3. Annie Hall (1977)
Annie Hall

Every scene, every gag in Annie Hall is so familiar that it’s easy to forget how abrasively strange it is: the subtitled romantic double-speak, the outpoured soliloquies to camera, the temporal freeness, even Allen’s character, Alvy Singer, wandering through his own childhood flashback. It’s a romantic comedy the like of which cinema had never seen before and hasn’t since. Allen and Diane Keaton are jousting here on such a perfectly even footing, and with such supremely matched warmth and wit, that you half feel she should be credited as co-director.

It’s established in Allen lore that the picture was originally a two-and-a-half-hour solipsistic ramble, with Alvy and Annie’s fling relegated to a subplot. But in the edit, their relationship was what brought the film to life, and the dead wood was mercilessly cut back. Allen’s preferred name for the film he’d originally planned was Anhedonia: a Greek term for the inability to feel pleasure. There couldn’t have been a less appropriate title for the finished film.

2. Crimes and Misdemeanors (1989)

Crimes and Misdemeanors

“People carry awful deeds around with them. This is reality. In reality we rationalise, we deny, or we couldn’t go on living.” With these words, ophthalmologist Judah Rosenthal (the magnificent Martin Landau) tries to justify an appalling crime – his last recourse, after he orders the murder of the mistress (Anjelica Huston) who is threatening him with blackmail, in holding on to the cushy existence he’s built.

He’s speaking to the film’s other main character, Allen’s documentary filmmaker Clifford Stern, in the one scene they share, sitting apart from a wedding celebration at the film’s very end. Not here the fortune-cookie insights that some of Allen’s lesser pictures call philosophy. Here he’s thinking deeply about moral choice, the question of whether guilt in your own eyes or the eyes of the world matters more. This bubblingly wise film, rich with beautifully dovetailing metaphors about blindness and conscience and the perils of self-knowledge, has only grown in stature since its release. It is Allen on soaring form, gliding so elegantly through its maze of ideas it’s as if the spirit of Fred Astaire gave it lift-off.

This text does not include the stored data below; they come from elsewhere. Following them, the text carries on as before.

def audit_tolerances(data: AuditData, solver: ResolvedSolver, tolerances: Sequence[float],
                     reference: PairedReference | ValueReference, *, seeds: Sequence[int],
                     solver_options: Mapping[str, object] | None = None,
                     thresholds: Thresholds | None = None, fit_converged: bool = True,
                     progress: Callable[[str], None] | None = None,
                     detail: DetailRequest | None = None,
                     isolation: SolverIsolation | None = None,
                     saved: SavedAudits | None = None) -> EngineResult:
    """Audit ``tolerances`` of ``solver`` on ``data`` against ``reference`` over ``seeds``
    of the solver's randomness (``harness.audit.solver_seeds``), and recommend one.

    The one entry of the audit: ``check`` calls it with a user's data at the fitted (or
    fixed) parameters, every ``run`` task with its generated (or file) data at the task's
    parameters and its one tolerance. Each tolerance gets a ``ToleranceVerdict`` (module
    docstring: worst seed decides, ladder at best unresolved, unconverged fit stated); the
    recommendation follows ``recommend``. ``detail`` (a grid task) adds the task's
    detailed metric groups (``harness.audit.task_metrics``) to the result.

    With ``isolation`` (``check``) each (tolerance, seed) audit runs whole in a child
    process (``harness.audit.solver_calls``); a crash, an exit without a result, a
    timeout or an exception of the solver gives the tolerance the status "solver failed"
    with a one-line reason, its later seeds are not run, and the other tolerances go on.
    Without it (a built-in solver, or a ``run`` task, whose worker process is that
    boundary) the solver runs here and its errors are classified the same way: a
    numerical breakdown makes the tolerance unsafe, any other error is a failed solver.
    With ``saved`` (``SavedAudits``) an audit found there is reused, not rerun, and each
    audit that finishes is handed to it as soon as it does.
    """
    from harness.solvers.fallback import SolverOutputError, SolverProtocolError
    from harness.solvers.registry import SolverRuntimeError

    th = thresholds or Thresholds()
    say = progress or (lambda _m: None)
    if not seeds:
        raise ValueError("audit_tolerances: at least one solver seed is needed")
    knob = solver.knob
    audits: list[ToleranceAudit] = []
    for tol in knob.sorted_loose_to_tight(tolerances):
        at = f"tol {tol:g}" if knob.is_tol else knob.value_text(tol)
        rows: list[SeedAudit] = []
        failures: list[str] = []
        ref: ReferenceSides | ReferenceValues | None
        try:
            ref = (reference.values() if isinstance(reference, HasValues)
                   else reference.sides(tol))
        except (SolverRuntimeError, SolverOutputError, np.linalg.LinAlgError) as exc:
            failures.append(f"the {reference.info.kind} reference failed at {at}: {exc}")
            ref = None
        say(f"tolerance {tol:g} ({len(seeds)} solver seed(s))" if knob.is_tol
            else f"knob value {at} ({len(seeds)} solver seed(s))")
        solver_failed = ""
        for index, seed in enumerate(seeds if ref is not None else ()):
            reused = None if saved is None else saved.load(tol, index, seed)
            if reused is not None:
                rows.append(reused)
                continue
            say(f"solver seed {index + 1}/{len(seeds)} at {at}")
            audit_seed, arguments = (
                (_value_seed_audit, (index, seed, tol, data, solver, solver_options or {},
                                     ref, getattr(reference, "probes", 64), th))
                if isinstance(ref, ReferenceValues) else
                (_seed_audit, (index, seed, tol, data, solver, solver_options or {}, ref,
                               th)))
            if isolation is None:
                try:
                    call = SolverCall(value=audit_seed(*arguments))
                except (SolverRuntimeError, SolverOutputError, SolverProtocolError,
                        np.linalg.LinAlgError) as exc:
                    # classified as in a child (``solver_calls.guarded``): a numerical
                    # breakdown is unsafe at this knob value, anything else a failure
                    call = SolverCall(failure=f"seed {index} ({seed}): {exc}",
                                      breakdown=is_breakdown(exc))
            else:
                call = call_solver(audit_seed, *arguments, isolation=isolation,
                                   who=f"solver {solver.name!r}",
                                   where=f"at {at}, seed {index} (n = {data.y.size:,})")
            if not call.failure:
                rows.append(call.value)
                if saved is not None:
                    saved.save(tol, index, seed, call.value)
                continue
            failures.append(call.failure)
            if call.failed_solver:
                solver_failed = call.failure
                if index + 1 < len(seeds):
                    say(f"solver failed: {call.failure}; the later seeds at {at} are "
                        "not run")
                break
        info = {name: [m.value for r in rows for m in r.metrics if m.name == name]
                for name in {m.name for r in rows for m in r.metrics
                             if m.threshold is None}}
        verdict = tolerance_verdict(tol, [r.judgements for r in rows], reference=reference.info,
                                    failures=failures, required=REQUIRED_METRICS,
                                    fit_converged=fit_converged, info=info)
        if solver_failed:
            verdict = replace(verdict, status=SOLVER_FAILED)
        seconds = statistics.median([r.seconds for r in rows]) if rows else math.nan
        speedup = (ref.loglik_seconds / seconds if ref is not None and rows and seconds > 0
                   else None)
        audits.append(ToleranceAudit(verdict=verdict, seeds=tuple(rows), seconds=seconds,
                                     speedup=speedup,
                                     nbytes=max((r.nbytes for r in rows), default=0),
                                     knob_name=knob.name))
    rec = recommend({a.verdict.tol: a.verdict.status for a in audits},
                    more_accurate=knob.more_accurate, knob=knob.name)
    body = None
    if detail is not None:
        from harness.audit.task_metrics import group_metrics

        body = group_metrics(detail)
    return EngineResult(reference=reference.info, tolerances=tuple(audits),
                        recommendation=rec, seeds=tuple(seeds), solver=solver.name,
                        detail=body)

1. Hannah and Her Sisters (1986)

Hannah and Her Sisters
Credit: Rex

Here it is: not just Allen’s creative pinnacle, but perhaps the most perfectly assured braiding of comedy and drama in mainstream American film. It feels like the miraculous sweet spot between all of its filmmaker’s many modes and tones – biting without being cruel, profound without seeming sanctimonious, warmly humane without collapsing into goo.

The diverging romantic fortunes of Hannah (Mia Farrow), Lee (Barbara Hershey) and Holly (Dianne Wiest, who won an Oscar, as did Michael Caine) provide an ideal, Chekhovian structure for Allen to check in on a midway state of adulthood, when there’s already a sense of disappointment about squandered promise and happiness unsustained, but still a great deal to play for. And this is what makes his bittersweet symphony so affirming, and generous-minded to all involved, and the viewer most of all. Without cheating its way out of everyone’s massed misfortunes, it says, in so many words: don’t give up.